O prefeito a ser impichado evidentemente não sabe, mas havia nos jornais do Rio uma tradição de delicadeza, como o banho de mar à fantasia, o refresco de groselha na Colombo e o “a gente precisa se ver”. Era a crônica de outono.
Sempre que o sol atingia o equinócio de março um cronista ilustrava seu espaço no jornal com um texto de folhas líricas e anunciava o minuto exato em que, andando na Praia do Flamengo, ele sentiu ontem pela manhã um vento mais frio batendo na pele e, pronto, tinha chegado o outono da elegância e distinção. À noite as moças já estariam usando um casaquinho leve.
O Brasil tinha as mesmas crises de hoje, eram apenas outros os palhaços sem graça que assombravam este Cirque de Soleil de lona eternamente cheia de furos e fungos. A crônica sobre o outono nem piscava para as aporrinhações de autoridades chinfrins. Ela era uma joia carioca, um acontecimento do mesmo significado que o gole para o santo ao pé do balcão, o belo tipo faceiro no bonde e o travesseirinho de areia feito com os pés. Todos juntos, mais o aplauso ao por do sol, mais o surdo de marcação da Mangueira, e desenhava-se uma cidade de sonhos. Os cronistas narravam esta felicidade.
Impresso nos jornais, o texto fino de saudação ao outono provocava nos leitores um estupor de desfalecimento e uma súbita vontade de levitar sobre as árvores. Essas sensações vinham daquela mágica de o cronista fazer parecer tudo muito fácil, de juntar palavras atrás de palavras e, assim como quem não quer nada, fazê-las passear com o leitor pelas alamedas da Praça Paris. Dava para sentir batendo no peito os primeiros momentos daquela brisa gentil.

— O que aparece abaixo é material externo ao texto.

@dataclass(frozen=True)
class GasTreatments:
    """Which line treatment each gas's lines take: the one place that maps gases to treatments.

    Attributes
    ----------
    cutoff : float or None
        Cut-off of every gas's lines but CO2's with the chi factor [cm-1]; None for none.
    taper : float
        Width of the fall to zero before each cut-off [cm-1].
    subtract_cutoff : bool
        Subtract each profile's value at its cut-off (pedestal subtraction).
    radiation_term : bool
        Include the nu tanh(c2 nu / 2T) radiation term.
    co2_chi : bool
        CO2 lines take the chi factor of Perrin & Hartmann (1989) and ``co2_cutoff``.
    co2_cutoff : float or None
        Cut-off of the CO2 lines when ``co2_chi`` is on [cm-1]; None for none.
    h2o_far_wing : {"lorentz", "sub-lorentzian"}
        The far wings of the water lines (see :data:`H2O_FAR_WINGS`); they keep ``cutoff``.
    """

    cutoff: float | None = DEFAULT_CUTOFF
    taper: float = 1.0
    subtract_cutoff: bool = False
    radiation_term: bool = True
    co2_chi: bool = False
    co2_cutoff: float | None = CO2_CHI_CUTOFF
    h2o_far_wing: str = "lorentz"

    def __post_init__(self):
        if self.h2o_far_wing not in H2O_FAR_WINGS:
            raise SettingsError(f"h2o_far_wing must be one of {', '.join(map(repr, H2O_FAR_WINGS))}, "
                                f"got {self.h2o_far_wing!r}")
        self.treatments()  # validates cut-offs and taper

    def _default(self):
        return LineTreatment(self.cutoff, self.taper, self.subtract_cutoff, FarWing())

    def treatments(self):
        """The treatments in use, the default one first (a tuple of LineTreatment)."""
        out = [self._default()]
        if self.co2_chi:
            out.append(LineTreatment(self.co2_cutoff, self.taper, self.subtract_cutoff, ChiPerrinHartmann()))
        if self.h2o_far_wing == "sub-lorentzian":
            out.append(LineTreatment(self.cutoff, self.taper, self.subtract_cutoff, SubLorentzianWater()))
        return tuple(out)

    def treatment(self, gas):
        """The :class:`LineTreatment` of the lines of ``gas`` (a formula such as "CO2")."""
        if gas == "CO2" and self.co2_chi:
            return LineTreatment(self.co2_cutoff, self.taper, self.subtract_cutoff, ChiPerrinHartmann())
        if gas == "H2O" and self.h2o_far_wing == "sub-lorentzian":
            return LineTreatment(self.cutoff, self.taper, self.subtract_cutoff, SubLorentzianWater())
        return self._default()

    def index(self, gas):
        """Index of the treatment of ``gas`` in :meth:`treatments`."""
        return self.treatments().index(self.treatment(gas))

    @property
    def reach(self):
        """How far a line reaches [cm-1] (inf without a cut-off)."""
        return float(max(t.reach for t in self.treatments()))

# Lines per window of layer line parameters: bounds memory (lines x about 60 bytes per layer and thread).
WINDOW_LINES = 100_000
# Lines per window when gathering the significant lines (every layer's parameters at once).
SIGNIFICANCE_LINES = 10_000


class Column:
    """A profile prepared for the pipeline: refined, layered, with its active gases."""

    def __init__(self, profile, spectroscopy, settings):
        check_layer_count(profile, settings.refine)  # before any line sum: memory grows with the layers
        if settings.refine > 1:
            profile = refine(profile, settings.refine)
        self.profile = profile
        self.layers = layers(profile)
        gases = list(settings.gases if settings.gases is not None else spectroscopy.gases)
        unknown = [g for g in gases if g not in spectroscopy.lines and g != "H2O"]
        missing = [g for g in gases if g not in profile.vmr]
        if missing:
            raise SettingsError(f"profile '{profile.name}' has no mixing ratio for {', '.join(missing)}")
        if unknown:
            raise SettingsError(f"no line data for {', '.join(unknown)}; the spectroscopy has "
                                f"{', '.join(spectroscopy.gases) or 'none'}")
        self.gases = gases
        self.continuum = settings.continuum and "H2O" in gases and "H2O" in self.layers.vmr

    def same_air(self, other):
        """True if both columns have the same levels and temperatures (so only gases may differ)."""
        a, b = self.profile, other.profile
        return (a.nlevels == b.nlevels and np.array_equal(a.pressure, b.pressure)
                and np.array_equal(a.temperature, b.temperature) and self.gases == other.gases)

    def same_gas(self, other, gas):
        """True if ``gas`` has the same amounts in both columns."""
        return np.array_equal(self.layers.vmr[gas], other.layers.vmr[gas]) and np.array_equal(
            self.layers.column[gas], other.layers.column[gas])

Os mais jovens vivem 2019 com a sensação de que o precipício nunca esteve tão aos pés dos sobreviventes desta maracangalha. Desconhecem que os jânios sempre estiveram por aqui e que os cronistas, não obstante, uma expressão que destarte eles jamais escreveriam, dedicavam-lhes o mais silencioso desprezo. “As amargas não”, dizia um deles; as notícias graves menos ainda — porque não são crônicas.

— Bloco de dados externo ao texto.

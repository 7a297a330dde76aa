/**
 * The exact round-trip (delay-line) engine of docs/model.md §3.1-3.3: a multimode rate-equation
 * laser (mean field over laser round trips) driven by the field returning from an external
 * cavity whose return mirror moves; the external cavity is a delay line of length
 * tau(t) = 2 (L2 + x(t)) / c, with every order of multiple reflection kept.
 *
 *   dE_m/dt = 1/2 (1 + i alpha) (G_m - gamma_c) E_m + kappa b_m(t) + noise_m
 *   dn_m/dt = [p f_m - n_m D(S_m)] / tau_N,  G_m = gamma_c n_m,  S_m = sum_k C_mk |E_k|^2 / P_sat
 *   D = 1 + S (homogeneous gain), sqrt(1 + S / 2) (Doppler gain; docs/model.md §3.2)
 *   a_m(t)  = t2 sqrt(eta_fb) E_m(t) - r2 b_m(t)
 *   b_m(t)  = r3' a_m(t - tau(t)) exp(-i omega_m tau(t))
 *
 * Several independent copies ("lanes": static positions or drive rest offsets) advance in
 * lockstep in one time loop; each lane has its own rest offset of the return mirror.
 * The laser equations are stepped with classical RK4 (written out here: its stage powers
 * book the energy), the returned field at the stage times is read from the history of a_m,
 * one delay line of src/numerics/delay-line.ts per (lane, mode), by 4-point Lagrange
 * interpolation (never newer than the newest sample), and spontaneous emission is added as a split step after each
 * RK4 step, its energy booked exactly.
 *
 * Storage is structure-of-arrays over (lane, mode) = lane * M + m; the step loop
 * allocates nothing.
 */
import { SPEED_OF_LIGHT_m_s } from '../constants';
import { ComplexDelayLines } from '../../numerics/delay-line';
import type { CoupledParams } from './params';
import { LaneEngineBase } from './lane-base';
import type { LaneEngine, MirrorMotion, NormalSource } from './lane-engine';
import { copyLaneFields, FIELD_FLUSH } from './lane-engine';

export type { LaneEnergy, MirrorMotion, NormalSource } from './lane-engine';
export { balanceErrors } from './lane-engine';
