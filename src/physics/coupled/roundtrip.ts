/**
 * The round-trip engine (reference), docs/model.md §3.5: the whole three-mirror system
 * as two delay lines sampled every dt on the full band around the gain peak (the carrier
 * nu_c), one complex envelope per travelling wave, every longitudinal mode, Doppler
 * sideband and cross-mode injection in that one signal. At the plane of M2:
 *
 *   e(t) = r1 (1 - l) exp(-i 2 pi nu_c tau_L) v(t - tau_L) + w(t)   inside, arriving from M1
 *   u(t) = r2 e(t) + t2 sqrt(eta_fb) b(t)                          inside, leaving towards M1
 *   a(t) = t2 sqrt(eta_fb) e(t) - r2 b(t)                          gap, leaving towards M3
 *   b(t) = r3' a(t - tau(t)) exp(-i 2 pi nu_c tau(t)),  tau(t) = 2 (L2 + x(t)) / c
 *   v(t) = Amp[u](t)                                               the gain medium, both passes
 *
 * Amp is the packet bank of gain-packets.ts: with G0[x] = (chi0 / 2) sum_j w_j n_j y_j
 * (y_j the packet-filtered x, chi0 = gamma_c tau_L the cold-cavity round-trip loss), the
 * round trip's field gain exp(G0) is applied as exp(chi0 / 2) (1 + D / K)^K with
 * D = G0 - chi0 / 2: D vanishes where the saturated gain meets the loss, so the error
 * (D^2 / 2K per round trip) is nil at the lasing lines, and K sheets (each with its own
 * filters) keep |D / K| <= 0.1 for high-gain media. The amplitude-phase coupling adds the
 * phase (alpha / 2) chi0 (n - 1) per round trip (n the peak-normalised inversion), so a
 * gain above its steady value raises the optical frequency (data-sheet sign, Henry 1982).
 *
 * Spontaneous emission w(t): white complex kicks shaped by a short FIR filter whose
 * power response is the small-signal gain shape, scaled so that a cold-cavity mode below
 * threshold holds P_sp f / (1 - p f) (first order in chi0).
 *
 * Mode powers (Er, Ei): e demodulated at every cold-cavity mode frequency and averaged
 * over one laser round trip (a sliding window: adjacent modes are orthogonal over
 * tau_L). Gap and intracavity powers are |a|^2 and |e|^2 averaged over the same window
 * (which removes the beat notes between modes).
 *
 * Lanes (static positions or rest offsets) advance in lockstep; the step loop allocates
 * nothing.
 */
import { SPEED_OF_LIGHT_m_s } from '../constants';
import {
  ComplexDelayLines,
  lagrangeCentredN,
  MIN_CENTRED_DELAY,
  READ_POINTS,
} from '../../numerics/delay-line';
import {
  bankResponse,
  buildPacketBank,
  PacketBank,
  PACKET_SLOTS,
  packetCoefficients,
  SLOT_W,
  SLOT_YI,
  SLOT_YR,
  SLOT_YSQ,
  stepPacketLanes,
} from '../laser/gain-packets';
import type { CoupledParams } from './params';
import { emptyEnergy, FIELD_FLUSH, LaneStore } from './lane-engine';
import type { LaneEngine, LaneEnergy, MirrorMotion, NormalSource } from './lane-engine';
import { chooseRoundTripStep, RoundTripStep } from './roundtrip-step';
import {
  FLOW_COUNT,
  FLOW_GAP_CLIPPING,
  FLOW_GAP_ELEMENT,
  FLOW_GAP_ONE_WAY,
  FLOW_INTERNAL_LOSS,
  FLOW_LASER_OUTPUT,
  FLOW_MIRROR_LOSS,
  FLOW_REAR_THROUGH,
  FLOW_RETURN_THROUGH,
  FLOW_RETURNED_LOST,
  FLOW_SUPPLY,
  FLOW_UNMATCHED,
} from './power-flows';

Os cronistas preferiam os assuntos comuns, a viúva de maiô preto com o filho na praia, o amor que acaba para recomeçar outro —e acima de tudo, em uníssono, agradeciam todo março a chegada do outono. Eram os responsáveis pelo gesto fundamental de abrir as janelas do jornal e, em meio às tragédias, às boçalidades dos políticos, deixar que o sopro suave dos pequenos acontecimentos arejasse a existência dos leitores. No caso do outono, esses cronistas registravam uma certa melancolia nas folhas que caíam, secas, mas em geral soavam aliviados com a estação. Ela se fazia necessária, um momento de recolhimento depois das aflições desvairadas do verão.

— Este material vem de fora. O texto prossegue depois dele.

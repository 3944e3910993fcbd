import type { Metadata } from "next";
import { NextIntlClientProvider } from "next-intl";
import { getMessages } from "next-intl/server";

import { ProgramList } from "@/components/programs/program-list";
import { requireActor } from "@/lib/auth/require";
import { listProducts } from "@/lib/products/queries";
import { listPrograms } from "@/lib/programs/queries";

export const metadata: Metadata = { title: "Programs" };

export default async function ProgramsPage() {
  const actor = await requireActor(["manager"]);
  const [programs, products, messages] = await Promise.all([
    listPrograms(actor),
    listProducts(actor),
    getMessages(),
  ]);
  return (
    <>
      <h1 className="text-3xl font-bold">Season programs</h1>
      <p className="mt-1 mb-6 text-muted">
        The rounds a lawn gets through the season. Each property follows one program; its page shows
        each zone&apos;s planned nitrogen per round. Sward&apos;s plan helps; the product label,
        local fertilizer ordinances and licensed practice take precedence.
      </p>
      <NextIntlClientProvider messages={{ terms: messages.terms }}>
        <ProgramList
          programs={programs}
          products={products
            .filter((p) => !p.isArchived)
            .map((p) => ({ id: p.id, name: p.name, form: p.form, nPct: p.nPct }))}
        />
      </NextIntlClientProvider>
    </>
  );
}
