export function dollarSpotWeather(days: RiskDay[], at: string): RuleResult {
  const d = dayOf(days, at);
  const t5 = d ? f2c(d.tmean5dF) : null;
  const rh5 = d?.rhMean5dPct ?? null;
  const p = t5 !== null && rh5 !== null ? dollarSpotProbability(rh5, t5) : null;
  const evidence: Evidence = {
    values: {
      tMean5dC: t5 === null ? null : round(t5, 1),
      rhMean5dPct: rh5 === null ? null : round(rh5, 0),
      probabilityPct: p === null ? null : round(p * 100, 1),
      model: "Smith et al. (2018) logistic model",
      builtOn: MODEL_TURF.dollarSpot,
    },
    threshold: `probability ≥ ${DOLLAR_SPOT_THRESHOLD * 100} % (model defined for 5-day means of 50–95 °F)`,
    window: `the 5 days to ${day(at)}`,
  };
  if (p === null || p < DOLLAR_SPOT_THRESHOLD)
    return quiet("dollar_spot_weather", SOURCES.dollarSpot, evidence);
  return {
    kind: "dollar_spot_weather",
    raised: true,
    severity: p >= 0.5 ? "high" : "moderate",
    evidence,
    source: SOURCES.dollarSpot,
    summary: `Dollar spot weather: ${round(p * 100, 0)} % probability from the last 5 days (threshold ${DOLLAR_SPOT_THRESHOLD * 100} %; a model built on golf-course bentgrass).`,
  };
}

/** Brown patch weather, for a property with cool-season zones (named in `coolSeasonZones`). */
export function brownPatchWeather(
  days: RiskDay[],
  at: string,
  coolSeasonZones: string[],
): RuleResult {
  const worst = coolSeasonZones.length ? worstBrownPatch(days, at) : null;
  const evidence: Evidence = {
    values: {
      highestIndex: worst ? round(worst.e, 2) : null,
      on: worst?.date ?? null,
      coolSeasonZones: coolSeasonZones.join(", ") || null,
      model: "Fidanza et al. (1996) two-variable index",
      builtOn: MODEL_TURF.brownPatch,
    },
    threshold: `index ≥ ${BROWN_PATCH_THRESHOLD}; cool-season zones only`,
    window: `the 3 days to ${day(at)}`,
  };
  if (!worst || worst.e < BROWN_PATCH_THRESHOLD)
    return quiet("brown_patch_weather", SOURCES.brownPatch, evidence);
  return {
    kind: "brown_patch_weather",
    raised: true,
    severity: "moderate",
    evidence,
    source: SOURCES.brownPatch,
    summary: `Brown patch weather: index ${round(worst.e, 1)} on ${day(worst.date)} (warning at ${BROWN_PATCH_THRESHOLD}): humid nights above about 68 °F. For the cool-season zones (${coolSeasonZones.join(", ")}); the model was built on perennial ryegrass.`,
  };
}

/** The hours of the days given, in order, as the models read them. */
const hoursOf = (days: RiskDay[]): WeatherHour[] =>
  days.flatMap((d) =>
    d.hourly
      ? d.hourly.time.map((t, i) => ({
          at: `${d.date}T${t}`,
          tempC: d.hourly!.tempC[i]!,
          rhPct: d.hourly!.rhPct[i]!,
        }))
      : [],
  );

/**
 * Pythium blight weather: a hot day among the 3 days before `at` followed by a humid, warm
 * night, counted on the service's hourly humidity (Nutter et al. 1983). Without the hours of a
 * night the day is not judged (and the evidence says so) — never guessed from daily extremes.
 */
export function pythiumWeather(days: RiskDay[], at: string): RuleResult {
  const observed = days.filter((d) => d.date <= at && !d.isForecast);
  const hours = hoursOf(observed);
  const candidates = observed.filter((d) => d.date < at).slice(-3);
  const nights = candidates.map((d) => ({
    day: d,
    night: pythiumNight({ date: d.date, tmaxC: f2c(d.tmaxF) }, hours),
  }));
  const judged = nights.filter((n) => n.night !== null);
  const hit = judged.find((n) => n.night!.risk);
  const shown =
    hit ??
    judged.reduce<(typeof judged)[number] | null>(
      (m, n) => (m === null || n.night!.hoursRhAbove90 > m.night!.hoursRhAbove90 ? n : m),
      null,
    );
  const evidence: Evidence = {
    values: {
      on: shown?.day.date ?? null,
      tmaxC: shown ? round(f2c(shown.day.tmaxF), 1) : null,
      nightMinC: shown ? round(shown.night!.nightMinC, 1) : null,
      hoursRhAbove90: shown ? shown.night!.hoursRhAbove90 : null,
      nightsJudged: judged.length,
      nightsWithoutHours: nights.length - judged.length,
      model: "Nutter et al. (1983) Pythium blight rule, hourly humidity",
      builtOn: MODEL_TURF.pythium,
    },
    threshold: `high > ${PYTHIUM.tmaxAboveC} °C (86 °F), then ≥ ${PYTHIUM.hoursRhAbove90AtLeast} h of RH > 90 % with the low > ${PYTHIUM.tminAboveC} °C (68 °F), counted hour by hour from noon of the hot day to noon the next`,
    window: `the nights after the 3 days before ${day(at)}`,
  };
  if (!hit) return quiet("pythium_weather", SOURCES.pythium, evidence);
  return {
    kind: "pythium_weather",
    raised: true,
    severity: "high",
    evidence,
    source: SOURCES.pythium,
    summary: `Pythium blight weather after ${day(hit.day.date)}: a high of ${round(hit.day.tmaxF, 0)} °F, then ${hit.night!.hoursRhAbove90} hours above 90 % humidity with the night's low at ${round((hit.night!.nightMinC * 9) / 5 + 32, 0)} °F.`,
  };
}

export function droughtStress(
  balance14In: number | null,
  days: RiskDay[],
  at: string,
  latest: CheckFacts | undefined,
): RuleResult {
  const forecastRain = days
    .filter((d) => d.isForecast && d.date > at)
    .slice(0, DROUGHT.forecastDays)
    .reduce((s, d) => s + d.rainIn, 0);
  const wilt = latest?.symptomKeys.includes("wilt") ?? false;
  const evidence: Evidence = {
    values: {
      balance14In: balance14In === null ? null : round(balance14In),
      forecastRainIn: round(forecastRain),
      wiltSeen: wilt,
    },
    threshold: `14-day balance ≤ ${DROUGHT.balance14In} in with < ${DROUGHT.forecastRainIn} in of rain forecast in ${DROUGHT.forecastDays} days, or wilt seen`,
    window: `the 14 days to ${day(at)} and the next ${DROUGHT.forecastDays}`,
  };
  const dry =
    balance14In !== null &&
    balance14In <= DROUGHT.balance14In &&
    forecastRain < DROUGHT.forecastRainIn;
  if (!dry && !wilt) return quiet("drought_stress", SOURCES.drought, evidence);
  const high =
    (balance14In !== null && balance14In <= DROUGHT.highBalance14In && dry) || (wilt && dry);
  return {
    kind: "drought_stress",
    raised: true,
    severity: high ? "high" : "moderate",
    evidence,
    source: SOURCES.drought,
    summary: dry
      ? `Dry: ${round(-balance14In!, 1)} in short over 14 days with little rain forecast${wilt ? ", and wilt seen" : ""}. Water deeply and early.`
      : "Wilt seen at the last check.",
  };
}

export interface ApplicationFacts {
  date: string;
  nLb: number;
  productName: string;
  findings: { key: string; severity: string; message: string }[];
}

O outono está em cartaz há duas semanas e, pela primeira vez desde que em 1850 alguém publicou uma crônica a respeito, ainda não mereceu um registro em louvor à sua gloriosa missão de pacificar os sentidos. Diante da guerra, o escritor Joseph Conrad cunhou a expressão “o horror! o horror!”. Diante dos últimos cem dias, o Brasil é só “o espanto! o espanto!” — e a escalada de vexame, xixi e grosseria deixou o país pesado. Ninguém conversa, é tudo exclamação. A crônica também se pautou por esses pontos de gravidade, e esqueceu de mudar de assunto. O outono é uma oportunidade. Não reforma a previdência, não prende em segunda instância. É um tempo de trégua. Seu sopro discreto sugere, assim como quem não quer nada, verbos amenos para substituir esta monstruosa crônica de insanidades.